Editing was completed by the end of November and the six episodes were broadcast between 19 January and 23 February 1994. The series was heralded by a press release promising the dawn of a bright age in news, saying that ‘today’s viewer must be able to “feel the reality of news” and will only do so if broadcast reality is assisted in a process called Ultranews’. Most of it was standard PR stuff, but buried among the biographies of the cast and principal crew were interesting embellishments to Morris’s CV: ‘In the eighties, numerous local radio stations found themselves unable to tolerate someone who would fill a news studio with helium seconds before a broadcast, resulting in the announcer reporting a motorway pile-up in the voice of a smurf. In 1990, Radio Bristol choked when Morris did a running commentary over a live news bulletin; later that year GLR decided that his vigorous pursuit of their brief “Get us into trouble” had put them in jeopardy – Morris left.’ It was this press release that gave birth to so many of the myths and legends about Chris Morris. Even by his own lofty standards of misdirection, it was astonishing how full a life of their own these tales took on, repeated without comment in both friendly and critical press reports. Journalists swallowed the tales without blinking or thinking about how difficult it would be to fill a studio with helium without a newscaster knowing or, indeed, dying. But perhaps strangest of all was the way in which Morris’s own friends and colleagues from those early days have come to accept them as if they were actual memories of the late 1980s and early 1990s, even though they didn’t start to circulate until after
The Day Today
was broadcast in early 1994.

It was hardly as if stories needed to be invented to create more excitement about the show. A background buzz of interest in
The Day Today
had been building from the moment of its commissioning. As early as summer 1993
The Times
said, ‘Anything with Steve Coogan, Chris Morris, Rebecca Front and Armando Iannucci is worth cancelling a wedding for.’
38
The
Independent
did a feature they wanted to accompany with a group shot of the principals. Morris, already very careful in how he presented himself, didn’t want to be photographed at all, and neither he nor Iannucci wanted to be seen as part of a ready-made troupe. Journalist Robert Hanks made it clear he found the reluctance to do regular publicity made them seem rather precious.

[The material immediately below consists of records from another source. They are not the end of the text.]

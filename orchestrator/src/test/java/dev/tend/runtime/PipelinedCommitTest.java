package dev.tend.runtime;

import dev.tend.engine.Effect;
import dev.tend.engine.Engine;
import dev.tend.engine.EngineSetup;
import dev.tend.engine.Input;
import dev.tend.executor.Executor;
import dev.tend.executor.SimulatedExecutor;
import dev.tend.shared.HealthTransition;
import dev.tend.shared.SignalState;
import dev.tend.shared.time.Timers;
import dev.tend.store.LedgerFilter;
import dev.tend.store.SnapshotRow;
import dev.tend.store.StepRow;
import dev.tend.store.Store;
import dev.tend.store.StoreReader;
import dev.tend.store.TimerRow;
import org.junit.jupiter.api.Test;
import org.junit.jupiter.api.io.TempDir;

import java.nio.file.Path;
import java.time.Clock;
import java.time.Instant;
import java.util.ArrayList;
import java.util.Collections;
import java.util.IdentityHashMap;
import java.util.List;
import java.util.Map;
import java.util.Set;
import java.util.concurrent.CompletableFuture;
import java.util.function.Consumer;

import static org.assertj.core.api.Assertions.assertThat;

/**
 * The driver commits batches on a thread of its own while it decides the next ones (two in
 * flight at most): every side effect still follows its own commit, in the order of the
 * inputs, and a commit that fails with later batches already decided has them all redone
 * input by input, while the batches committed before it keep their effects.
 */
class PipelinedCommitTest {
    /** The driver's batches here (it takes far more at once when that many wait). */
    private static final int BATCH = 2000;
    /** Four batches and a smaller one, all queued before the driver starts. */
    private static final int INPUTS = 8500;
    private static final Instant AT = Instant.parse("2027-03-14T02:00:00Z");

    @TempDir
    Path dir;

    @Test
    void aCommitThatFailsWhileLaterBatchesAreDecidedHasThemAllRedoneOneByOneAndNoEffectPrecedesItsCommit() throws Exception {
        List<Input> inputs = transitions();
        Told told = failingAt(1000, inputs);
        // the failed first batch, the one waiting behind it and the one decided meanwhile: one input at a time
        assertThat(told.callSizeOf(inputs.get(0))).isEqualTo(1);
        assertThat(told.callSizeOf(inputs.get(3999))).isEqualTo(1);
        assertThat(told.callSizeOf(inputs.get(5900))).isEqualTo(1);
        // then batches again
        assertThat(told.callSizeOf(inputs.get(6100))).isGreaterThan(1);
        assertThat(told.callSizeOf(inputs.get(8499))).isGreaterThan(1);
    }

    @Test
    void aCommitThatFailsBehindACommittedBatchLeavesThatBatchCommittedAndRedoesTheRest() throws Exception {
        List<Input> inputs = transitions();
        Told told = failingAt(3000, inputs);
        // the first batch was committed whole and acted on before the second failed
        assertThat(told.callSizeOf(inputs.get(0))).isGreaterThan(1);
        assertThat(told.callSizeOf(inputs.get(1900))).isGreaterThan(1);
        // the failed second batch, the one behind it and the one decided meanwhile: one input at a time
        assertThat(told.callSizeOf(inputs.get(2100))).isEqualTo(1);
        assertThat(told.callSizeOf(inputs.get(5000))).isEqualTo(1);
        assertThat(told.callSizeOf(inputs.get(7900))).isEqualTo(1);
        assertThat(told.callSizeOf(inputs.get(8499))).isGreaterThan(1);
    }

    /**
     * Runs {@code inputs} with the one at {@code badAt} replaced by a transition whose commit
     * fails, checks what every case must hold, and returns what the listener was told.
     */
    private Told failingAt(int badAt, List<Input> inputs) throws Exception {
        // past 2262-04-11, the last instant the store's nanosecond times can hold: its batch's commit fails
        Input bad = new Input.Transition(HealthTransition.of(Instant.parse("2263-01-01T00:00:00Z"), "fares-2", "n1",
                "heartbeat", SignalState.SILENT));
        inputs.set(badAt, bad);
        Told told = new Told();
        try (Store store = Store.openSqlite(dir.resolve("tend.db")); SimulatedExecutor sim = new SimulatedExecutor(1, 100);
             QuartzTimers quartz = new QuartzTimers()) {
            Checked checked = new Checked(store);
            Orchestrator orch = recovered(store, checked, sim, quartz, told);
            List<CompletableFuture<List<Effect>>> answered = new ArrayList<>();
            for (int i = 0; i < inputs.size(); i++) {
                Input in = inputs.get(i);
                if (i % 500 == 7) {
                    CompletableFuture<List<Effect>> f = orch.submitEventAndWait(in);
                    // completed on the driver thread once committed: the journal holds it by then
                    answered.add(f.thenApply(fx -> {
                        checked.journalHolds(told.position(in) + 1, "a caller answered");
                        return fx;
                    }));
                } else {
                    orch.submitEvent(in);
                }
            }
            orch.runUntil(orch::isIdle);

            assertThat(told.refused).containsExactly(bad);
            List<Input> expected = new ArrayList<>(inputs);
            expected.remove(bad);
            assertThat(told.transitionsIn(Set.copyOf(expected))).as("told in the order queued").isEqualTo(expected);
            assertThat(answered).allSatisfy(f -> assertThat(f).isCompleted());
            assertThat(checked.calls).as("executor calls checked").isPositive();
            assertThat(checked.arms).as("timers armed checked").isPositive();
            assertThat(told.violations).isEmpty();
            assertThat(checked.violations).isEmpty();
            assertThat(store.read(StoreReader::lastInputSeq)).isGreaterThanOrEqualTo(INPUTS - 1);
            List<String> kinds = new ArrayList<>();
            store.read(r -> {
                r.forEachLedger(LedgerFilter.all(), e -> kinds.add(e.kind()));
                return null;
            });
            assertThat(kinds).containsOnlyOnce("input-refused").contains("run-started");
            assertThat(store.read(StoreReader::verifyLedger).ok()).isTrue();
        }
        return told;
    }

    @Test
    void batchesCommittedWhileTheNextIsDecidedAreToldInOrderEachAfterItsCommit() throws Exception {
        List<Input> inputs = transitions();
        Told told = new Told();
        try (Store store = Store.openSqlite(dir.resolve("tend.db")); SimulatedExecutor sim = new SimulatedExecutor(1, 100);
             QuartzTimers quartz = new QuartzTimers()) {
            Checked checked = new Checked(store);
            Orchestrator orch = recovered(store, checked, sim, quartz, told);
            for (Input in : inputs) orch.submitEvent(in);
            orch.runUntil(orch::isIdle);

            assertThat(told.refused).isEmpty();
            assertThat(told.transitionsIn(Set.copyOf(inputs))).isEqualTo(inputs);
            assertThat(told.callSizeOf(inputs.get(0))).isEqualTo(BATCH);
            assertThat(checked.calls).isPositive();
            assertThat(told.violations).isEmpty();
            assertThat(checked.violations).isEmpty();
            assertThat(store.read(StoreReader::verifyLedger).ok()).isTrue();
        }
    }

    @Test
    void aSnapshotDueWhileBatchesAreInFlightIsTheStateAfterItsOwnBatchAndCutsNoBatchShort() throws Exception {
        List<Input> inputs = transitions();
        Told told = new Told();
        Path db = dir.resolve("tend.db");
        List<SnapshotRow> kept = new ArrayList<>();
        try (Store store = Store.openSqlite(db); SimulatedExecutor sim = new SimulatedExecutor(1, 100);
             QuartzTimers quartz = new QuartzTimers()) {
            Checked checked = new Checked(store);
            Orchestrator orch = recovered(store, checked, sim, quartz, told, SnapshotPolicy.every(3000));
            for (Input in : inputs) orch.submitEvent(in);
            orch.runUntil(orch::isIdle);

            // the batches were handed on while the ones before them were written, a snapshot due or not
            for (int first = 0; first + BATCH <= INPUTS; first += BATCH) assertThat(told.callSizeOf(inputs.get(first))).isEqualTo(BATCH);
            assertThat(told.violations).isEmpty();
            assertThat(checked.violations).isEmpty();
            try (java.sql.Connection c = java.sql.DriverManager.getConnection("jdbc:sqlite:" + db);
                 java.sql.ResultSet rs = c.createStatement().executeQuery("SELECT seq, taken_ns, format, setup, body FROM snapshots ORDER BY seq")) {
                while (rs.next()) {
                    kept.add(new SnapshotRow(rs.getLong(1), Instant.EPOCH.plusNanos(rs.getLong(2)), rs.getInt(3), rs.getString(4),
                            rs.getBytes(5)));
                }
            }
            // the one taken with batches in flight, after the second batch (4,000 inputs past 3,000), and the one
            // after the whole journal (the transitions, and the executors' results and timers' firings among them)
            assertThat(kept).extracting(SnapshotRow::seq).containsExactly(2L * BATCH, store.read(StoreReader::lastInputSeq));
            // each is the state of an engine that read the journal up to its seq, and no further
            Engine replayed = new Engine(setup());
            List<dev.tend.store.InputRow> journal = new ArrayList<>();
            store.read(r -> {
                r.forEachInput(0, journal::add);
                return null;
            });
            int next = 0;
            for (SnapshotRow snapshot : kept) {
                for (; next < journal.size() && journal.get(next).seq() <= snapshot.seq(); next++) {
                    replayed.handle(InputCodec.decode(journal.get(next)), journal.get(next).now());
                }
                assertThat(SnapshotCodec.json(SnapshotCodec.decode(snapshot).state())).as("the snapshot at %d", snapshot.seq())
                        .isEqualTo(SnapshotCodec.json(replayed.state()));
            }
        }
    }

    /** Silences and recoveries of heartbeats over 4 clusters of 3 nodes, a second apart. */
    private static List<Input> transitions() {
        List<Input> out = new ArrayList<>(INPUTS);
        for (int i = 0; i < INPUTS; i++) {
            SignalState state = (i / 12) % 2 == 0 ? SignalState.SILENT : SignalState.CLEAR;
            out.add(new Input.Transition(HealthTransition.of(AT.plusSeconds(i), "fares-" + (i % 4 + 1), "n" + (i / 4 % 3 + 1),
                    "heartbeat", state)));
        }
        return out;
    }

    /** What the listener was told, each call checked against the journal at that moment. */
    private static final class Told {
        final List<Input> refused = Collections.synchronizedList(new ArrayList<>());
        final List<String> violations = Collections.synchronizedList(new ArrayList<>());
        private final List<Input> inOrder = new ArrayList<>();
        private final Map<Input, Integer> callSize = new IdentityHashMap<>();
        private final Map<Input, Integer> position = new IdentityHashMap<>();
        private long inputsTold;

        CommitListener checkingAgainst(Store store) {
            return new CommitListener() {
                @Override
                public void committed(Engine engine, List<Input> batch, List<Effect> effects) {
                    inputsTold += batch.size();
                    long journaled = store.read(StoreReader::lastInputSeq);
                    if (journaled < inputsTold) violations.add("told of " + inputsTold + " inputs with " + journaled + " journaled");
                    for (Input in : batch) {
                        position.put(in, inOrder.size());
                        inOrder.add(in);
                        callSize.put(in, batch.size());
                    }
                }

                @Override
                public void refused(Input input, String reason) {
                    refused.add(input);
                }
            };
        }

        /** Where {@code in} is among the inputs told so far (journal rows count the same way: no source, nothing refused before it). */
        int position(Input in) {
            Integer p = position.get(in);
            return p == null ? Integer.MAX_VALUE : p;
        }

        List<Input> transitionsIn(Set<Input> of) {
            Set<Input> ids = Collections.newSetFromMap(new IdentityHashMap<>());
            ids.addAll(of);
            return inOrder.stream().filter(ids::contains).toList();
        }

        int callSizeOf(Input in) {
            return callSize.getOrDefault(in, 0);
        }
    }

    /** An executor and timers that check, when asked, that what asks is committed. */
    private static final class Checked {
        private final Store store;
        final List<String> violations = Collections.synchronizedList(new ArrayList<>());
        volatile int calls;
        volatile int arms;

        Checked(Store store) {
            this.store = store;
        }

        Executor executor(Executor inner) {
            return new Executor() {
                @Override
                public String kind() {
                    return inner.kind();
                }

                @Override
                public void execute(Effect.CallExecutor call, Consumer<Input.ExecutorResult> done) {
                    calls++;
                    List<StepRow> steps = store.read(r -> r.steps(call.runId()));
                    boolean committed = steps.stream().anyMatch(s -> s.stepId().equals(call.stepId()) && s.attempt() >= call.attempt());
                    if (!committed) violations.add("executor called for " + call.key() + " before its step was committed");
                    inner.execute(call, done);
                }

                @Override
                public boolean canAskAgain(Effect.CallExecutor call) {
                    return inner.canAskAgain(call);
                }
            };
        }

        Timers timers(Timers inner) {
            return new Timers() {
                @Override
                public void arm(String key, Instant due) {
                    arms++;
                    List<TimerRow> rows = store.read(StoreReader::timers);
                    if (rows.stream().noneMatch(t -> t.key().equals(key))) violations.add("timer " + key + " armed before its commit");
                    inner.arm(key, due);
                }

                @Override
                public void cancel(String key) {
                    inner.cancel(key);
                }
            };
        }

        void journalHolds(long rows, String what) {
            long journaled = store.read(StoreReader::lastInputSeq);
            if (journaled < rows) violations.add(what + " with " + journaled + " of " + rows + " inputs journaled");
        }
    }

    /** An orchestrator on {@code store} whose executor calls, timers and listener are checked against it, recovered and ready. */
    private Orchestrator recovered(Store store, Checked checked, SimulatedExecutor sim, QuartzTimers quartz, Told told) throws Exception {
        return recovered(store, checked, sim, quartz, told, Orchestrator.DEFAULT_SNAPSHOTS);
    }

    private Orchestrator recovered(Store store, Checked checked, SimulatedExecutor sim, QuartzTimers quartz, Told told,
                                   SnapshotPolicy snapshots) throws Exception {
        Orchestrator orch = new Orchestrator(store, setup(), Map.of("simulated", checked.executor(sim)), checked.timers(quartz),
                n -> { }, Clock.systemUTC(), told.checkingAgainst(store), snapshots);
        orch.limitBatches(BATCH);
        quartz.fireInto(k -> orch.submit(new Input.TimerFired(k)));
        orch.recover();
        return orch;
    }

    private EngineSetup setup() throws Exception {
        return FixHeartbeatFixture.setup(dir);
    }
}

The interest they stirred was inevitable – a show about the media was always going to be watched closely by the media simply because it was about its favourite subject. Then there was the very specific fan base that
On the Hour
had won who would also be paying close attention. They were partly attracted to the show because it was so cleverly observed with the layers of subtle references which could be cherished and the numerous memorable lines to be savoured. It had attitude that you could line up with, and that made it something to be protective about, something to own. Fans were articulate, opinionated and media-literate. They would be waiting to see if the evocative world of
On the Hour
had sold out in an attempt to be a hit on TV. It all meant that the show itself then had not only to be good, but to be as good as everyone was saying it was going to be.